It became clear from their feedback that it was as important to them that their teacher cared for them and had faith in them as it was that they had good subject knowledge or skill. They want to be seen wholly and not partially. This was a key theme too in the next question – ‘What is a good learner?’ Other researchers have noted that frequently, children equate learning with good behaviour and this class was no exception, but they also added:-

  • Has a clear plan – like knowing that at the end of university, there will be an apprenticeship or some training
  • Contributes and is confident
  • Doesn’t take school for granted
  • Has a positive mindset
  • Someone who makes good use of the resources they have
  • Someone who puts their mind to it and believes in themselves – an active learner, not passive
  • Someone who sets themselves goals

Finally I asked them how they would like to be ‘measured’ in an ideal world so that they could move forward into adult life, thinking that they had a chance to show what they were capable of:-

  • We want to be judged on our personality and social skills and not just by exam results.
  • Parents and teachers are sometimes hypocritical when they don’t allow us to make the same mistakes that they made.
  • Being compared to other people makes you feel small and stupid.
  • Spend more time learning and less time taking tests.
  • Why can’t we be judged on what we do and make a portfolio at the end of school to show people when we want to do a degree?
  • I want to be judged on what I do over a whole year and not on one day when something might have gone wrong.
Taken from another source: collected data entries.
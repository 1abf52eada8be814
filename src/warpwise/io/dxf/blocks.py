"""Block references (INSERT): the entities of a block, placed by the reference's transform.

:func:`block_entities` expands one reference, a grid of them (MINSERT) included, into ezdxf's
virtual entities with the layer and the label each is read with: an entity on layer 0 takes the
layer of the reference, and its label names the block and the reference it came through.
References nested deeper than :data:`MAX_BLOCK_DEPTH` are left out with a warning.
"""

from __future__ import annotations

from collections.abc import Iterator

from .collect import PieceCollector

#: Deepest nesting of block references followed.
MAX_BLOCK_DEPTH = 16


def block_entities(out: PieceCollector, e: object, layer: str, label: str,
                   depth: int) -> Iterator[tuple[object, str, str]]:
    """The entities of a block reference, in the drawing's coordinates.

    Parameters
    ----------
    out : PieceCollector
        Counts the entities met in blocks; takes the warning for a reference nested too deep.
    e : ezdxf INSERT entity
        The reference.
    layer, label : str
        Layer and label of the reference.
    depth : int
        How many references it is met in (0 in model space).

    Yields
    ------
    (entity, layer, label)
        Each virtual entity with the layer and label to read it with.

    """
    name = e.dxf.get("name", "?")
    if depth >= MAX_BLOCK_DEPTH:
        out.warn("unreadable", f"{label} (block {name!r}) nests blocks more than "
                 f"{MAX_BLOCK_DEPTH} deep: left out", layer=layer)
        return
    grid = list(e.multi_insert()) if e.mcount > 1 else [e]
    for ins in grid:
        for v in ins.virtual_entities():
            t = v.dxftype()
            out.in_blocks[t] += 1
            sub_layer = v.dxf.get("layer", "0")
            if sub_layer == "0":  # entities on layer 0 take the layer of the reference
                sub_layer = layer
            where = label if depth == 0 else label.split(" in block ")[0]
            yield v, sub_layer, f"{t} in block {name!r} ({where})"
How might a Royal College of Teaching address these concerns? They are valid and it is important they are considered.

The role of Ofsted

I have used this line before, but I’ll use it again. Unless Ofsted is reformed, we will have a profession continuing to participate in a game of football in which they all run around after the referee instead of the ball. No-one starts teaching with the motivation of pleasing Ofsted, but it’s where most of us end up. Instead of passing the ball, carefully from one player to another, towards a common goal, we run around asking the ref what the rules are. Ofsted should be accountable to the profession, offering reassurances that they are providing consistency and support where necessary. The organisation should be positive, not punitive. To get all AfL about it – there should be an ‘Even Better If’ approach and recommendations for improvements based on how the school provides for the whole child, looking way beyond data. This is why I find myself nodding vigorously when I read Alison Peacock’s comments about HMI inspectors being appointed by the Royal College.

Examinations

I think those 11 year olds offered a strong rationale for reform of examinations. A Royal College should work with Ofqal in shaping and organising our assessment structures based on best practice from around the world, not on our own perceptions from supposed ‘golden eras’ in the past. As a teacher, it is very hard to resist teaching to the test. It is tempting to spend hours telling children how many minutes to spend on each question, how to break the question down – what the criteria means etc. and in the process completely lose sight of the beauty and wonder of the subject. There must be a better way.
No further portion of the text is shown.